**Problem:** Every line of the records that contains the string "change" counts once; give the total and nothing else.
[[ Provided data open ]]
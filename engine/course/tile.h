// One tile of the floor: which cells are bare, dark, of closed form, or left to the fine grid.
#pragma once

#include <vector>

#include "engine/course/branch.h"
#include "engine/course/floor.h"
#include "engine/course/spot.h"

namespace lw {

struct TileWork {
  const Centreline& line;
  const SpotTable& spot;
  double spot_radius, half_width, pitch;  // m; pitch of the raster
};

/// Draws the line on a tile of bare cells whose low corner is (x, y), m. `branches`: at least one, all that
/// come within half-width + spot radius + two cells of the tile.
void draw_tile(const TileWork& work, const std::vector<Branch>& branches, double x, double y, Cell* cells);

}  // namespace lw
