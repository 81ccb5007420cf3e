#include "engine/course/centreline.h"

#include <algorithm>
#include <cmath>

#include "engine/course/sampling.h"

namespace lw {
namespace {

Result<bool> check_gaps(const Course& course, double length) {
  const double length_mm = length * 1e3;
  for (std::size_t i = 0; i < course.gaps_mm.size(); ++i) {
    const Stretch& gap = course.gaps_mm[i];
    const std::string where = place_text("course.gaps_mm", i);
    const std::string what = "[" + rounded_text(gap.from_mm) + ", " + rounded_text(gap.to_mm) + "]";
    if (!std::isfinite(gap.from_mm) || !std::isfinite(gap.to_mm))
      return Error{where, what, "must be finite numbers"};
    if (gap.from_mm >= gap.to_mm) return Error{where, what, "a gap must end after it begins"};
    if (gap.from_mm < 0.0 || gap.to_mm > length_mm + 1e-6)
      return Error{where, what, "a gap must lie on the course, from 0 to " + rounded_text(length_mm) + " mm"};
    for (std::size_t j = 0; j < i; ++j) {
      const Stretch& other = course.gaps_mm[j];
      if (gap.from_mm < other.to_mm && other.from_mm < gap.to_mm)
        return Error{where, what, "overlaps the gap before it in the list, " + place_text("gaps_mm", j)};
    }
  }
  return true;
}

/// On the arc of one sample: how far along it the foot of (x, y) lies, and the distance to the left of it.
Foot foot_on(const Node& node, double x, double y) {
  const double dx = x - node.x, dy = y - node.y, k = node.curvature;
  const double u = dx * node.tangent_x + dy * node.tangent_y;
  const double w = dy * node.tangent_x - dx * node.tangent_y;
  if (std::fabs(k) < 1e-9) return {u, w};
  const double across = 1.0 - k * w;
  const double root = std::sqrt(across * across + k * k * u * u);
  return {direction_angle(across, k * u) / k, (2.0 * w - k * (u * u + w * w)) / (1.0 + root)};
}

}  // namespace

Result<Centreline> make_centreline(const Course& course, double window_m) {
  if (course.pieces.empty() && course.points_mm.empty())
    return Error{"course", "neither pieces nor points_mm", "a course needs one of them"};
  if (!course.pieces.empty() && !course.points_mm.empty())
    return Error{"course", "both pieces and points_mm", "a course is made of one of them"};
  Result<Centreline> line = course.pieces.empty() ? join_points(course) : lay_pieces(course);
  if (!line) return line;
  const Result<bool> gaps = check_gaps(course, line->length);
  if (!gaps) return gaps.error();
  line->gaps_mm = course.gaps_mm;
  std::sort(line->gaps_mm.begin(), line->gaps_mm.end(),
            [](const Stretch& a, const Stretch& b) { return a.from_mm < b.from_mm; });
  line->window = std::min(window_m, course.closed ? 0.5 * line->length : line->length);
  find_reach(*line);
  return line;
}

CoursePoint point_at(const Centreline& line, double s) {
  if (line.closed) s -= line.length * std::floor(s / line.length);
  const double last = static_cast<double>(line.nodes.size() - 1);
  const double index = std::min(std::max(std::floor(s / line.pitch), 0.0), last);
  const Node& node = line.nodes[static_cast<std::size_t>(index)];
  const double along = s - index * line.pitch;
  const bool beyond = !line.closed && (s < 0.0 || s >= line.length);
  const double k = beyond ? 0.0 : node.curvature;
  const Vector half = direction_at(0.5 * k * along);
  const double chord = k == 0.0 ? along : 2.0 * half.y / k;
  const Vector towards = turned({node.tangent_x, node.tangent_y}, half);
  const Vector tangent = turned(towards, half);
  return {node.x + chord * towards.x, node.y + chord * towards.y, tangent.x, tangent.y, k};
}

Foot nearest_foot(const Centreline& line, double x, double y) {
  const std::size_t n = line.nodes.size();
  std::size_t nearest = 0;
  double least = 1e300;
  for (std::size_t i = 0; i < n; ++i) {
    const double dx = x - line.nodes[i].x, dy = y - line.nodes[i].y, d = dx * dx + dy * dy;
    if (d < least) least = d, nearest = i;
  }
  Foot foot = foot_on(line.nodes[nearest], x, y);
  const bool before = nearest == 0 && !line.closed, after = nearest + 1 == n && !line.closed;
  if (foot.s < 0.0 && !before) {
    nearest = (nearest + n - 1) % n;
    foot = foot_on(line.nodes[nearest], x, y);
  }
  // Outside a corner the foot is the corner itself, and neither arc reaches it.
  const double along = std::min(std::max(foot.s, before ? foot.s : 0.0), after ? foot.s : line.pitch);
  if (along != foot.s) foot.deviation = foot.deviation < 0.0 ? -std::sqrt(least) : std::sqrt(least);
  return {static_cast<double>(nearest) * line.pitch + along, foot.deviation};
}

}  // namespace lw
[[ Provided data closed ]]
[[ Provided data open ]]
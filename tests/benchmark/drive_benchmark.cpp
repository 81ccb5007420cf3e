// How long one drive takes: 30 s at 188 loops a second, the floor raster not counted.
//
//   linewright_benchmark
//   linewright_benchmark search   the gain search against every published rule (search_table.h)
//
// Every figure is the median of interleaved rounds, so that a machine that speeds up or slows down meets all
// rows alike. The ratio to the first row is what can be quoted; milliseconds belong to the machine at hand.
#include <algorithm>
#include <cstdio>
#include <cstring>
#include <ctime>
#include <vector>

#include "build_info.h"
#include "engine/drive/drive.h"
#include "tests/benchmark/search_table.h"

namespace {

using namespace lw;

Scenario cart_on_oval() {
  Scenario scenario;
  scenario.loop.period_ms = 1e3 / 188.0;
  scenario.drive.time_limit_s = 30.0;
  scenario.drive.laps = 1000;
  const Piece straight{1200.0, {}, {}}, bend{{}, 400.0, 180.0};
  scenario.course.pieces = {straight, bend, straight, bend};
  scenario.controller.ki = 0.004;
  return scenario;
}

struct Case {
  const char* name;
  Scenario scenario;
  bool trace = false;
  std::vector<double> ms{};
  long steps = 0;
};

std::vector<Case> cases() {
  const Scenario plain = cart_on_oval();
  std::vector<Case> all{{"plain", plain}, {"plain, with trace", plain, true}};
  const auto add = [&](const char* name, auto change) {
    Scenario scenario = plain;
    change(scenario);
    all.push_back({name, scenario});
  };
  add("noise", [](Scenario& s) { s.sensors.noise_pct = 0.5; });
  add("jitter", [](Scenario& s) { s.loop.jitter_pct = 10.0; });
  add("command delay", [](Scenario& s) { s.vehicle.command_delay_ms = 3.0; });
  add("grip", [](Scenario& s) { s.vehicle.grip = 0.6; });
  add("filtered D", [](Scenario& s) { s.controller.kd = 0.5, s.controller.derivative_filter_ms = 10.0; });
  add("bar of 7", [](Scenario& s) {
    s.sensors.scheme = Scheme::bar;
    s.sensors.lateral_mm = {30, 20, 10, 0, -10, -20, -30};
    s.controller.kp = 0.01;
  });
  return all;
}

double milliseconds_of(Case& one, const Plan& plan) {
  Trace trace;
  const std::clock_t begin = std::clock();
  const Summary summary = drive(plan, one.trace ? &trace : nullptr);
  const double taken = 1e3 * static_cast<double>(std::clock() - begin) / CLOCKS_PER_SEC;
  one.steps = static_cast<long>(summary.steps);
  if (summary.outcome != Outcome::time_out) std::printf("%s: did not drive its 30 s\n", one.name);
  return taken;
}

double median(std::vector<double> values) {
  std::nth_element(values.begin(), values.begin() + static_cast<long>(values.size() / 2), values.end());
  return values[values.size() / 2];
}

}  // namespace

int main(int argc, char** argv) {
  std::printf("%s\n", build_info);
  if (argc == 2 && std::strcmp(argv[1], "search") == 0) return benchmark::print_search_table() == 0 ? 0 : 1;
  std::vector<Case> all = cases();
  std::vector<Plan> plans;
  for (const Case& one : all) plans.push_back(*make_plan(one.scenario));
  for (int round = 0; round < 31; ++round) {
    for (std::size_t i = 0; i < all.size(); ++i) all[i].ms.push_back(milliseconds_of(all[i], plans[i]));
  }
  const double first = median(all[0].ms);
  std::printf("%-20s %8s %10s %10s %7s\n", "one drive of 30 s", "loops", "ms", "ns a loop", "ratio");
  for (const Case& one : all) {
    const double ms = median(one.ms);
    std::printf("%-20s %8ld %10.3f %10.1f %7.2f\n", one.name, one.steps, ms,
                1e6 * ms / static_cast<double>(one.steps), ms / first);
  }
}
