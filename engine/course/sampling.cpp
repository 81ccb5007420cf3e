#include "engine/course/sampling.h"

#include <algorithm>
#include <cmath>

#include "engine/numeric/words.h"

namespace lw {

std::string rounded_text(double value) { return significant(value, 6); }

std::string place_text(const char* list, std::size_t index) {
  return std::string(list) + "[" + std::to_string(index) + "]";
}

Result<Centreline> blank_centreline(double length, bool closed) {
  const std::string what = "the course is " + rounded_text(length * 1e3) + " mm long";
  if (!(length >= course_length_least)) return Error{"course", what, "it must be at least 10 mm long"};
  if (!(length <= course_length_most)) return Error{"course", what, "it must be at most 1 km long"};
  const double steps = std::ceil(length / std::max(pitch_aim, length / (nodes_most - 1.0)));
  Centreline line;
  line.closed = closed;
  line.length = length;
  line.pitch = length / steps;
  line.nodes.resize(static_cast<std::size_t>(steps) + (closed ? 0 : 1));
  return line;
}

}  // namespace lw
[[ Provided data closed ]]
**Solution to the exercise:** 2